Linux-Problem.... kenne mich mit Linux leider nicht aus


----------



## SPS Markus (17 Februar 2005)

Hi Tobias,
hat mit Sicherheit was mit dem ACPI oder APM-Modus zu tun. 
Eine Praktische Lösung kann ich dir jetzt nicht liefern da alle meine Linux-Systeme einwandfrei runterfahren bzw. 24/7h laufen.
Schau mal in 'nem Linux-Forum vorbei und stelle dort nochmals deine Frage.
Viel Glück!
Markus


----------



## Jakamara (31 März 2005)

Ich hab BSD.

Dort hatte ich einen Eintrag im log, dass mein BIOS blacklisted war.
Bis zum Update musste ich einen SW-Schalter umlegen, damit ACPI startete.

Schau mal nach ob du sowas findest.

Ohne ACPI fährt der Power-Taster den Rechner nicht runter.


----------



## Jakamara (31 März 2005)

Nimm doch gleich was richtiges.

Ich hab FreeBSD hier.
Ich wollte ein stabiles Basissystem, nicht nur ein Kernel mit Extras.

Das ist zwar völlig uncool, Frauen und Chefs kann man damit nicht beeindrucken, aber es läuft problemlos.


----------



## Zottel (31 März 2005)

Kann mir nicht vorstellen, daß FreeBSD ausgerechnet bei ACPI besser sein soll als Linux. Das Problem ist, daß die Hardware/Mainboard-Hersteller es seit Jahren nicht gebacken kriegen die Standards so umzusetzen, daß es in allen Kombinationen funktioniert.
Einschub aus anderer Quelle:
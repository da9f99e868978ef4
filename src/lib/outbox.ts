import { useRef, useState } from 'react';
import { ApiProblem } from './api-problem.ts';
import { newIdempotencyKey } from './api.ts';
import { useUnsaved } from './unsaved.ts';

/** One thing typed and sent but not yet known to be saved. `problem` = it was refused or did not get through. */
export type Unsent<Typed> = { readonly key: string; readonly typed: Typed; readonly problem: ApiProblem | null };

/**
 * Lets a form go on at once while what was typed is being saved. What fails stays listed, with everything typed, to be
 * sent again (with the same key, so never twice) or taken back into the form.
 */
export function useOutbox<Typed>(save: (typed: Typed, idempotencyKey: string) => Promise<void>) {
  const [unsent, setUnsent] = useState<readonly Unsent<Typed>[]>([]);
  const latest = useRef(save);
  latest.current = save;
  useUnsaved(unsent.some(({ problem }) => problem !== null));

  const drop = (key: string) => setUnsent((all) => all.filter((one) => one.key !== key));
  const mark = (key: string, problem: ApiProblem | null) =>
    setUnsent((all) => all.map((one) => (one.key === key ? { ...one, problem } : one)));

  async function deliver(key: string, typed: Typed): Promise<void> {
    try {
      await latest.current(typed, key);
      drop(key);
    } catch (problem) {
      if (!(problem instanceof ApiProblem)) throw problem;
      mark(key, problem);
    }
  }

  return {
    unsent,
    send: (typed: Typed): void => {
      const key = newIdempotencyKey();
      setUnsent((all) => [{ key, typed, problem: null }, ...all]);
      void deliver(key, typed);
    },
    retry: (key: string): void => {
      const one = unsent.find((candidate) => candidate.key === key);
      if (!one) return;
      mark(key, null);
      void deliver(key, one.typed);
    },
    drop,
  };
}
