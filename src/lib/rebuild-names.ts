import { queryOptions } from '@tanstack/react-query';
import { type RebuildName, rebuildsApi } from '#shared/contracts/rebuilds.ts';
import { call } from './api.ts';

/** Tag and name of every rebuild, open ones first: for pickers on any page. */
export const rebuildNamesQuery = () =>
  queryOptions({ queryKey: ['rebuild-names'], queryFn: ({ signal }) => call(rebuildsApi.names, { signal }) });

/** Rebuilds as options of a picker. */
export function rebuildOptions(names: readonly RebuildName[]): { value: string; label: string; note?: string }[] {
  return names.map(({ id, tag, name, isOpen }) => ({
    value: id,
    label: name ? `${tag} · ${name}` : tag,
    ...(isOpen ? {} : { note: 'has left' }),
  }));
}
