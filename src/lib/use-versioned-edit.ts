import { useState } from 'react';
import { ApiProblem } from './api-problem.ts';

type Wish<T, Change> = {
  /** Saves the change over the version that `before` carries. */
  send: (before: T, change: Change) => Promise<T>;
  /** What stands on the server now. */
  latest: (before: T) => Promise<T>;
};

/**
 * Saves changes of things that carry a version. When someone else was quicker (412), `conflict` holds what was wanted
 * and what stands; `edit` then gives null and nothing was saved. Every other refusal is thrown.
 */
export function useVersionedEdit<T, Change>({ send, latest }: Wish<T, Change>) {
  const [conflict, setConflict] = useState<{ mine: Change; theirs: T } | null>(null);
  const edit = async (before: T, change: Change): Promise<T | null> => {
    try {
      const after = await send(before, change);
      setConflict(null);
      return after;
    } catch (refused) {
      if (!(refused instanceof ApiProblem) || refused.status !== 412) throw refused;
      setConflict({ mine: change, theirs: await latest(before) });
      return null;
    }
  };
  return { edit, conflict, dismiss: () => setConflict(null) };
}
Und ich vermute, Linux wurde auf einer größeren Anzahl von Kombinationen getestet.


----------



## Jakamara (31 März 2005)

Wenn es um einen Hype geht sind die immer hinterher.
Wenn es im solche Sachen geht hatte ich nie Verzug.

Im Gegensatz sind alle an einem FreeBSD dran, bei Linux werden wohl oftmals einzelne Probleme erst in jeder Distribution einzeln parallel gelöst.

Ich sag ja nur dass mir FBSD besser gefällt, da es eine konsequnte Struktur hat, ein Betriebssystem statt eines Kernels umfasst, weniger Pannen im Design (Speichermanager in linux 2.6 mehrfach gewechselt) hat, etc.


----------